Exercise materials.
________

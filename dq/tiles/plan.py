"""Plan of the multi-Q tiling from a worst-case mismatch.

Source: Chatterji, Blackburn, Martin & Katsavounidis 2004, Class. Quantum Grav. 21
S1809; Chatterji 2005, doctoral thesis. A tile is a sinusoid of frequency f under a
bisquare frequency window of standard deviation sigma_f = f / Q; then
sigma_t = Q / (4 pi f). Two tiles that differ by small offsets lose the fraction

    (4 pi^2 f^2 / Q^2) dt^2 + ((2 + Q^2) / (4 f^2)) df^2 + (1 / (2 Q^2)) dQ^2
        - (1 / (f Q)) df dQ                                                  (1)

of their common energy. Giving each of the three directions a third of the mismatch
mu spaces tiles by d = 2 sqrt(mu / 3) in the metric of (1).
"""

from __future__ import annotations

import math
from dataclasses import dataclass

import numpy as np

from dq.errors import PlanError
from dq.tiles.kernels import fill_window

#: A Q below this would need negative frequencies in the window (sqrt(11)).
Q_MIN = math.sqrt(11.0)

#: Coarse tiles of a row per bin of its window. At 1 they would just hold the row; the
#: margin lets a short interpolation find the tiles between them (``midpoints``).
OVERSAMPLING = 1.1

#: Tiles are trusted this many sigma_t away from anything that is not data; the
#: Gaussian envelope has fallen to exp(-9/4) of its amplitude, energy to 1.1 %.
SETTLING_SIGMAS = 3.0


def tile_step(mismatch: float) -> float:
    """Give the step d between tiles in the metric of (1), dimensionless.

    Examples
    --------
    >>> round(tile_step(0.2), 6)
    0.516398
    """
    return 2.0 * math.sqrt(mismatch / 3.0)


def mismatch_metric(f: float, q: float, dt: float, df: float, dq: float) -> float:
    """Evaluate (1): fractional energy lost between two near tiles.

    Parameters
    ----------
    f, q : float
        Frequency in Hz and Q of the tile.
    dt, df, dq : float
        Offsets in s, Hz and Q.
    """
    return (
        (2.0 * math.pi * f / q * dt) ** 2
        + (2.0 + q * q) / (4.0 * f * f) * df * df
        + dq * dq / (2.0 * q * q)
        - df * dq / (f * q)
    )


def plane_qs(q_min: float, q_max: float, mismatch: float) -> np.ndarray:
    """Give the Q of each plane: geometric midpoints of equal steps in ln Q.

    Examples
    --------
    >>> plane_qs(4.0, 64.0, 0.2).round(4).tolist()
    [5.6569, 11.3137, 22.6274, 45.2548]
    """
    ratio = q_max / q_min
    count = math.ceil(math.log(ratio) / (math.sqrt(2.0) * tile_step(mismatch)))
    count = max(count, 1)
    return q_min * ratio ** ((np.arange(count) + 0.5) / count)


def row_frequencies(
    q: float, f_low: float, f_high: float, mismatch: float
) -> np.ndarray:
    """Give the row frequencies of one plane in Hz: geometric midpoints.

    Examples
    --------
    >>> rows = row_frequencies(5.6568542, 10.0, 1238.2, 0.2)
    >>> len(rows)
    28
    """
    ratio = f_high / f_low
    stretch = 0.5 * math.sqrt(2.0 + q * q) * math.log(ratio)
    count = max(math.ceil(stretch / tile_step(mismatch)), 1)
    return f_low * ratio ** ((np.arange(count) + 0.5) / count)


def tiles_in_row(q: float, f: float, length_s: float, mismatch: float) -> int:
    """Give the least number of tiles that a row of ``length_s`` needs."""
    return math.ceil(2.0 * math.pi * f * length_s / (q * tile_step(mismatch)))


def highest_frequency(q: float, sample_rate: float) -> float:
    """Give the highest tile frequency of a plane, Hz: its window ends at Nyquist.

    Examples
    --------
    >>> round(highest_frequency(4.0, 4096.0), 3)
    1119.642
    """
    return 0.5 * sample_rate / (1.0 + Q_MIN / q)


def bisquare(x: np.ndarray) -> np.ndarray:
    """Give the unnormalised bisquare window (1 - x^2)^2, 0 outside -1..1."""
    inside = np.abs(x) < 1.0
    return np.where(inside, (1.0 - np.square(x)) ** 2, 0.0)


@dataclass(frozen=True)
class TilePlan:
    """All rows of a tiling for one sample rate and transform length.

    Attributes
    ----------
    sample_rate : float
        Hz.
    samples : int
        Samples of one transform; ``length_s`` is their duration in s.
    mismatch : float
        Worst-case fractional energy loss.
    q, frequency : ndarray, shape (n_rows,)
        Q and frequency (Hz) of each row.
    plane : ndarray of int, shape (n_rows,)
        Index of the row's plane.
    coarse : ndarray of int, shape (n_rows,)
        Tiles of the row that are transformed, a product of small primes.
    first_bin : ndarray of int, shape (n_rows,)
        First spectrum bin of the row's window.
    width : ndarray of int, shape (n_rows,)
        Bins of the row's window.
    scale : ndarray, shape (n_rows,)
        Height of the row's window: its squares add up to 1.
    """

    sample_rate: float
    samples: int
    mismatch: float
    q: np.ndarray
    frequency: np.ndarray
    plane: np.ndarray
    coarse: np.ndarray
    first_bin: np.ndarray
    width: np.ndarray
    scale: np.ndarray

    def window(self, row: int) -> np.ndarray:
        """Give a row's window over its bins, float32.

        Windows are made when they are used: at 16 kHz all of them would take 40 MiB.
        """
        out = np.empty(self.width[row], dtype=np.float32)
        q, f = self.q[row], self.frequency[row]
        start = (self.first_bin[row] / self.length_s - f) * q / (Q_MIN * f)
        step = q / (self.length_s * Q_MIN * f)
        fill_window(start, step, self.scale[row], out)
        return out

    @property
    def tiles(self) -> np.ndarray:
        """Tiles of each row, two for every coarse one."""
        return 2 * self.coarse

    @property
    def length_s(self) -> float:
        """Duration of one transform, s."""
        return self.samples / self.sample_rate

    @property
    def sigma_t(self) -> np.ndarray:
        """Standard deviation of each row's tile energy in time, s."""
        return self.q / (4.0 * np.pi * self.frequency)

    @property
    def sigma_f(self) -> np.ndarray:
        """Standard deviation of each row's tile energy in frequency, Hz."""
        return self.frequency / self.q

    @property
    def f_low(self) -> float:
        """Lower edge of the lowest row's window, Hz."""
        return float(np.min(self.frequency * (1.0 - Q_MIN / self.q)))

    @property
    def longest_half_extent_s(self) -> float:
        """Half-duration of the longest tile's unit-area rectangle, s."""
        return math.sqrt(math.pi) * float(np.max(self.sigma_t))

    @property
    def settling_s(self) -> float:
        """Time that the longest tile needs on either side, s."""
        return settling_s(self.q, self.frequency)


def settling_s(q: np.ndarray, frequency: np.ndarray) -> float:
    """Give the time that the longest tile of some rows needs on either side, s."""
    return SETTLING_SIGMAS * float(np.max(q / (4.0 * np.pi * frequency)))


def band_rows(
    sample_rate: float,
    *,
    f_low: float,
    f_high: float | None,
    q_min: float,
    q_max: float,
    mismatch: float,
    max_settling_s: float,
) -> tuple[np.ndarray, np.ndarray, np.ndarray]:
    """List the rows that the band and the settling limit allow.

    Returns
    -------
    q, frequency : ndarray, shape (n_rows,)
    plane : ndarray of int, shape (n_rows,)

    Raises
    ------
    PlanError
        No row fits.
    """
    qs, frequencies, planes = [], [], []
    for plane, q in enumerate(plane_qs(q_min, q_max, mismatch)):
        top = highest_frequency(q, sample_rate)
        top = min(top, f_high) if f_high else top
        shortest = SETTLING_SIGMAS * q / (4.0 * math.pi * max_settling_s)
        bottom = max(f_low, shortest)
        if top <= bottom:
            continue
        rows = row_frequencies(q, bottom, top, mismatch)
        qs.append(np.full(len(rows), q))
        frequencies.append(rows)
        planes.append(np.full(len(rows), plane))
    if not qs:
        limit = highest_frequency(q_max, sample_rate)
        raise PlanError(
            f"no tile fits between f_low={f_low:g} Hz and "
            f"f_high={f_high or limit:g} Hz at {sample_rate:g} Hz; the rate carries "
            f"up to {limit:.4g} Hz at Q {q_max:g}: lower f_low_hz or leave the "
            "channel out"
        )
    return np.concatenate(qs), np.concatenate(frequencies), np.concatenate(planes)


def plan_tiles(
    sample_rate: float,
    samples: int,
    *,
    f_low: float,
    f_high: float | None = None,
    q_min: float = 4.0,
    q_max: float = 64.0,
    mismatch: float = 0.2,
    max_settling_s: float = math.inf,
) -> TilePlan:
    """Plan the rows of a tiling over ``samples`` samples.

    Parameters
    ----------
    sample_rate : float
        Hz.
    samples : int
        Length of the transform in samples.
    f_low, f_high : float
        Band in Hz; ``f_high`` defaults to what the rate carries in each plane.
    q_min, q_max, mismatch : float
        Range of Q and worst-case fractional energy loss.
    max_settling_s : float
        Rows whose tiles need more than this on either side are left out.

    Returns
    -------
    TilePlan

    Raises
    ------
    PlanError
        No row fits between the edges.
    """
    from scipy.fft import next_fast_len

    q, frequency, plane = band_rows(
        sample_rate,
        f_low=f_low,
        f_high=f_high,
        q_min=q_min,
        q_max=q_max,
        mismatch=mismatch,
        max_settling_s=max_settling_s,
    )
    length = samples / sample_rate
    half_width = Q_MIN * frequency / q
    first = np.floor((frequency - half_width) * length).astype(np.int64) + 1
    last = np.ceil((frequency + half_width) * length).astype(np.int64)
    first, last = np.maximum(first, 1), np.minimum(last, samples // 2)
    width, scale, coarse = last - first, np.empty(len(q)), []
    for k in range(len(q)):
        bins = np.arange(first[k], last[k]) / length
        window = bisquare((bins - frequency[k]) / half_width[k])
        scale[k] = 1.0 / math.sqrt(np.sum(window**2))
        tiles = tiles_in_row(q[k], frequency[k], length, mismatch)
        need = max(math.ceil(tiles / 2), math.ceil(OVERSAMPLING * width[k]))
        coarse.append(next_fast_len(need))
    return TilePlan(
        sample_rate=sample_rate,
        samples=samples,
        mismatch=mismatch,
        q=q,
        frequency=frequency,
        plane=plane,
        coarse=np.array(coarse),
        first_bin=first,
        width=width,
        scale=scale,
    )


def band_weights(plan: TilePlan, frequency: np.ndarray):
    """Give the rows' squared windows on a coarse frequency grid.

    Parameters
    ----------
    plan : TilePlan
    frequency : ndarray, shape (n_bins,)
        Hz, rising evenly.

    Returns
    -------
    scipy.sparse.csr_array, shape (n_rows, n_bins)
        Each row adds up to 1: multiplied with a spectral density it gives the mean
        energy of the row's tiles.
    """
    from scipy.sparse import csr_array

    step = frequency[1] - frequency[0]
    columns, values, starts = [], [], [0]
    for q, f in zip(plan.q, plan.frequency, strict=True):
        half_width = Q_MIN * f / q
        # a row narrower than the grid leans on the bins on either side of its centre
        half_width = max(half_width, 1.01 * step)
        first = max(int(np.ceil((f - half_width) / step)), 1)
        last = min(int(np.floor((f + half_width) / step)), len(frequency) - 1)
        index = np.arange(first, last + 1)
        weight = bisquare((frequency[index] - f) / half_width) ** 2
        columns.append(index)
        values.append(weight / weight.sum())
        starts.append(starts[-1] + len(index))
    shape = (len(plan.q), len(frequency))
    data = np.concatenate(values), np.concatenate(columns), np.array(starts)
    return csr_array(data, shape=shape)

________

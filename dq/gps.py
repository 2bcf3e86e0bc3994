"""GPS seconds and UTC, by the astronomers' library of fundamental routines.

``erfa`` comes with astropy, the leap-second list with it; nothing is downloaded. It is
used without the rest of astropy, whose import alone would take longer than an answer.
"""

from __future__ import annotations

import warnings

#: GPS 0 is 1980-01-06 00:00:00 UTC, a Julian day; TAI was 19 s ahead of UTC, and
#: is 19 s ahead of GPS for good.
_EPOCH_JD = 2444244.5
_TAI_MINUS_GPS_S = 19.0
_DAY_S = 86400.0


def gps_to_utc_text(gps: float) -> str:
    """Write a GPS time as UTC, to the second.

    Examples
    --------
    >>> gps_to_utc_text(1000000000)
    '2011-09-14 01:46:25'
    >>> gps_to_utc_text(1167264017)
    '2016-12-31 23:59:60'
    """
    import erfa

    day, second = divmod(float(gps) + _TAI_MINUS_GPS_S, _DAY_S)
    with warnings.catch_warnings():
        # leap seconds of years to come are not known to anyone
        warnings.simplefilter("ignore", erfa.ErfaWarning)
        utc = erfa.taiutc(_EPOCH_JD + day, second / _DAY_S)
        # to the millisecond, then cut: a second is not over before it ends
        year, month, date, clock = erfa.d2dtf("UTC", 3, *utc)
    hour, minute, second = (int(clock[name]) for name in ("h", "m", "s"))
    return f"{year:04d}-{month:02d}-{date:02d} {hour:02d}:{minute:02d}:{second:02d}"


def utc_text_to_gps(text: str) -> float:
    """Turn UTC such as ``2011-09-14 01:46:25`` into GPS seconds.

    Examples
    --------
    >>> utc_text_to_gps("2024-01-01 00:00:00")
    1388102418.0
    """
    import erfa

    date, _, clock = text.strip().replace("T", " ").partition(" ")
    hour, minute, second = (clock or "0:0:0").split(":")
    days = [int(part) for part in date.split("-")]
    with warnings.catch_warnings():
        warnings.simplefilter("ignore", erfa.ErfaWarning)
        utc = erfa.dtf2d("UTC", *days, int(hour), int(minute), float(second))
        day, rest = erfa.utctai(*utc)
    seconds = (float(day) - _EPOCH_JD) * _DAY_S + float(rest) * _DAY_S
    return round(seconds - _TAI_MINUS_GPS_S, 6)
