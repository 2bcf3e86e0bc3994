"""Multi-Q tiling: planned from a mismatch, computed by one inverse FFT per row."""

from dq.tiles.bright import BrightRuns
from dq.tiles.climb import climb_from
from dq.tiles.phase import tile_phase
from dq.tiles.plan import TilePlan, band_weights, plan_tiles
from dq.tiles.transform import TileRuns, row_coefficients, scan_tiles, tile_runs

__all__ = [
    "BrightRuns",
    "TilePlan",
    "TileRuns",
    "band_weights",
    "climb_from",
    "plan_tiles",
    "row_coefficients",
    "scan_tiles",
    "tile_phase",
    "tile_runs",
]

________

Instructions for the task. Output the lines above between the one holding "filename dq/tiles/plan.py" and the one holding "from dq.errors import PlanError", inclusive, with nothing before or after them.

Response box.
filename dq/tiles/plan.py
"""Plan of the multi-Q tiling from a worst-case mismatch.

Source: Chatterji, Blackburn, Martin & Katsavounidis 2004, Class. Quantum Grav. 21
S1809; Chatterji 2005, doctoral thesis. A tile is a sinusoid of frequency f under a
bisquare frequency window of standard deviation sigma_f = f / Q; then
sigma_t = Q / (4 pi f). Two tiles that differ by small offsets lose the fraction

    (4 pi^2 f^2 / Q^2) dt^2 + ((2 + Q^2) / (4 f^2)) df^2 + (1 / (2 Q^2)) dQ^2
        - (1 / (f Q)) df dQ                                                  (1)

of their common energy. Giving each of the three directions a third of the mismatch
mu spaces tiles by d = 2 sqrt(mu / 3) in the metric of (1).
"""

from __future__ import annotations

import math
from dataclasses import dataclass

import numpy as np

from dq.errors import PlanError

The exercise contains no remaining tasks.